Starship Troopers is one of the many movies that are just now being looked at as a problematic movie by people that have suddenly become ‘woke’ and realized the inherent racism in various movies since it’s trendy apparently. Or maybe it’s just because the costume designer didn’t think that hard about the military outfits and decided to go with something that looked good because everything matched. Who knows? The thing is, Paul Verhoeven did in fact use Nazi propaganda in part for this movie and he did do several things on purpose for the effect of creating a ridiculous movie. That’s the funny part of it since many people let a lot of what they saw go by the wayside since they didn’t want to see the implications of it. Starship Troopers did, in fact, have a few instances that might have been disturbing had the movie not been intent on refusing to take itself seriously, since the SS uniform, or as close as it could, and the fact that Verhoeven did intend to add fascist attitudes was something that he didn’t shy away from or deny. But one thing the movie is not is openly racist or in any way problematic when it comes to being diverse or troubling in how it deals with various characters.
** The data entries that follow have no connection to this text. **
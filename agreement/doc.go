// Package agreement tells how far the calls of a pass/fail or graded
// inspection agree: each appraiser with itself, appraisers with each other,
// and all with the reference.
//
// The part is the sampled unit throughout: several calls on one part are not
// several parts, and every interval says so. The package computes; it does
// not print and does not read files.
//
// # Errors and panics
//
// What data can bring about comes back as an error: from [New] and the Set
// methods, from [Analyse], from the coefficients of [Counts] and [Table]. A
// figure that a study cannot give is absent and carries its reason, likewise
// an error; there is no NaN to stand for it. Only a part, an appraiser, a trial
// or a [Pairing] that there is none of, given to a method of [Ratings], panics,
// as an index out of range does. Errors count parts, appraisers and trials as
// Ratings does, from 0.
package agreement
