package agreement

import (
	"encoding/json"
	"os"
	"testing"

	"samecall/agreement/interval"
)

// extra reads what testdata/reference-extra/compute.R printed.
func extra(t testing.TB, into any) {
	t.Helper()
	b, err := os.ReadFile("../testdata/reference-extra/expected-r-extra.json")
	if err == nil {
		err = json.Unmarshal(b, into)
	}
	if err != nil {
		t.Fatal(err)
	}
}

// incompleteStudy is Krippendorff's data of 12 units and 4 observers with
// calls missing; unit 12 has a single call.
func incompleteStudy(t testing.TB) *Ratings {
	t.Helper()
	rows := readCSV(t, "incomplete-12x4.csv")
	r, err := New(len(rows), 5, []int{1, 1, 1, 1})
	if err != nil {
		t.Fatal(err)
	}
	for part, row := range rows {
		for a, s := range row[1:] {
			if s != "" {
				r.Row(part)[a] = s[0] - '1'
			}
		}
	}
	return r
}

// Source: R's survey package, delta method on totals by part
// (reference-extra, incomplete).
func TestStandardErrorsWithMissingCallsAgainstSurvey(t *testing.T) {
	type figure struct{ Estimate, SE float64 }
	var want struct {
		Incomplete struct{ Fleiss, AC1, Alpha figure }
	}
	extra(t, &want)
	b := analyse(t, incompleteStudy(t), nil).Between
	for _, c := range []struct {
		name string
		got  Estimate
		want figure
	}{{"Fleiss", b.Fleiss, want.Incomplete.Fleiss}, {"AC1", b.AC1, want.Incomplete.AC1}, {"alpha", b.Alpha, want.Incomplete.Alpha}} {
		near(t, c.name, c.got.Value, c.want.Estimate, closedForm)
		near(t, c.name+" se", c.got.StandardError, c.want.SE, closedForm)
	}
}

// Source: R's boot package, 20,000 resamples of whole parts, jackknife
// acceleration (reference-extra, bca). The acceleration agrees to 1e-9.
// Limits carry the noise of both sides' resampling, and boot counts a
// resampled kappa equal to the estimate as not below it, where BCa counts
// half: 0.012 holds both.
func TestBCaAgainstBoot(t *testing.T) {
	type limits struct {
		Estimate, Acceleration float64
		Lower90                float64 `json:"lower_90"`
		Upper90                float64 `json:"upper_90"`
		Lower95                float64 `json:"lower_95"`
		Upper95                float64 `json:"upper_95"`
	}
	var want struct{ BCa map[string]limits }
	extra(t, &want)
	opt := DefaultOptions()
	opt.Resamples = 20000
	r := msaStudy(t)
	s := &study{Ratings: r, patterns: r.patterns(), opt: opt}
	s.resampler = newResampler(s.patterns, opt, s.coefficients())
	cohen := func(pairs func(row []Category, ref Category, add func(j, k Category))) (coefficient, contributions) {
		m := twoMargins{2, nil}
		z := newContributions(m.size(), s.times)
		for i, row := range s.rows {
			pairs(row, s.ref[i], func(j, k Category) { m.add(z.of(i), int(j), int(k), 1) })
		}
		return m, z
	}
	against := func(a int) (coefficient, contributions) {
		return cohen(func(row []Category, ref Category, add func(j, k Category)) {
			for _, c := range s.of(row, a) {
				add(c, ref)
			}
		})
	}
	for name, of := range map[string]func() (coefficient, contributions){
		"A-reference": func() (coefficient, contributions) { return against(0) },
		"C-reference": func() (coefficient, contributions) { return against(2) },
		"A-C": func() (coefficient, contributions) {
			return cohen(func(row []Category, _ Category, add func(j, k Category)) {
				s.trialPairs(0, 2).each(s.of(row, 0), s.of(row, 2), add)
			})
		},
		"Fleiss": func() (coefficient, contributions) {
			m, z := fleiss(s.counts(func(row []Category) []Category { return row }), s.times)
			return m, z
		},
	} {
		c, z := of()
		w, ok := want.BCa[name]
		if !ok {
			t.Fatalf("%s is not in the file", name)
		}
		sums := z.sums()
		value, ok := evaluate(c, sums)
		if !ok {
			t.Fatalf("%s is undefined", name)
		}
		left := leaveOneOut(c, z, sums)
		near(t, name, value, w.Estimate, closedForm)
		near(t, name+" acceleration", must[float64](t)(interval.Acceleration(left)), w.Acceleration, closedForm)
		resampled := s.resample(c, z.canonical(c))
		for _, l := range []struct{ confidence, lower, upper float64 }{{0.90, w.Lower90, w.Upper90}, {0.95, w.Lower95, w.Upper95}} {
			got := must[interval.Interval](t)(interval.BCa(value, resampled, left, l.confidence))
			t.Logf("%s %g: %.4f %.4f, boot %.4f %.4f", name, l.confidence, got.Lower, got.Upper, l.lower, l.upper)
			near(t, name+" lower", got.Lower, l.lower, 0.012)
			near(t, name+" upper", got.Upper, l.upper, 0.012)
		}
	}
}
Like it or not they all get portrayed as heroic in some regard at some point and despite the love disputes that go around the movie things tend to work out by the end.
It’s true, humans did colonize the bug world, to begin with, which was likely a bad idea since some organisms don’t appreciate having their homes taken over in any way by other species. But unlike other instances that can be mentioned, this movie made it clear that the bugs were numerous and vicious enough, not to mention smart enough, to fight back in a very aggressive manner. Not only that, but they managed to take a supposedly superior force and knock them down a few notches by killing thousands upon thousands of soldiers despite their own losses. This is yet another movie that shows that on an evolutionary scale, sans weapons and armor, humans really got the short end of the stick when it comes to being able to defend themselves or fight off bigger, more aggressive species. But then the scales balance again since the ability to think around corners so to speak and to develop different ways to overcome superior enemies has been a human trait that’s been developing for quite some time.
Starship Troopers was, more or less, a look at war movies from a sort of comical lean since it was over the top in a big way and it did take from various tropes that weren’t to be taken seriously even as the movie was about the survival of the species no matter who was seen to be in the wrong. The fact that the director admitted to a few different things that he included in the movie makes it a little easier to laugh at since really the movie only became more ridiculous as the sequels rolled out. But for those that were openly offended by this movie in any way, or thought that it was promoting something that it was actually trying to make fun of, it might be time to take to stick to TV or maybe even take a liberal arts course in cinema studies just to see what the process is all about, and how certain subjects are easy to parody and turn into something that will earn a reaction. Starship Troopers has been analyzed over and over since its release and the same things have been said pretty much every time, no matter that people have said different things. The same conversations continue to take place about this movie, railing on about this or that, stating what went wrong, what was an issue, why it wasn’t a good movie, why it was better than we were told, and so on and so forth. Let’s just put it this way, if you’re offended by this movie then you might need to read a few articles that won’t tell you how bad it was.
As far as action movies go it’s still pretty laughable, but the way it pokes fun at a society that’s dominated by a military regime is enough to make people feel lucky that such isn’t the case in this era, since without service one doesn’t have as many rights in this movie, which is a bit abhorrent, but it works for the overall story. Plus, the whole idea of being thrown at an enemy that outnumbers your race hundreds to one at the very least is something that can be inspiring or horrific, it all depends on how a person looks at it.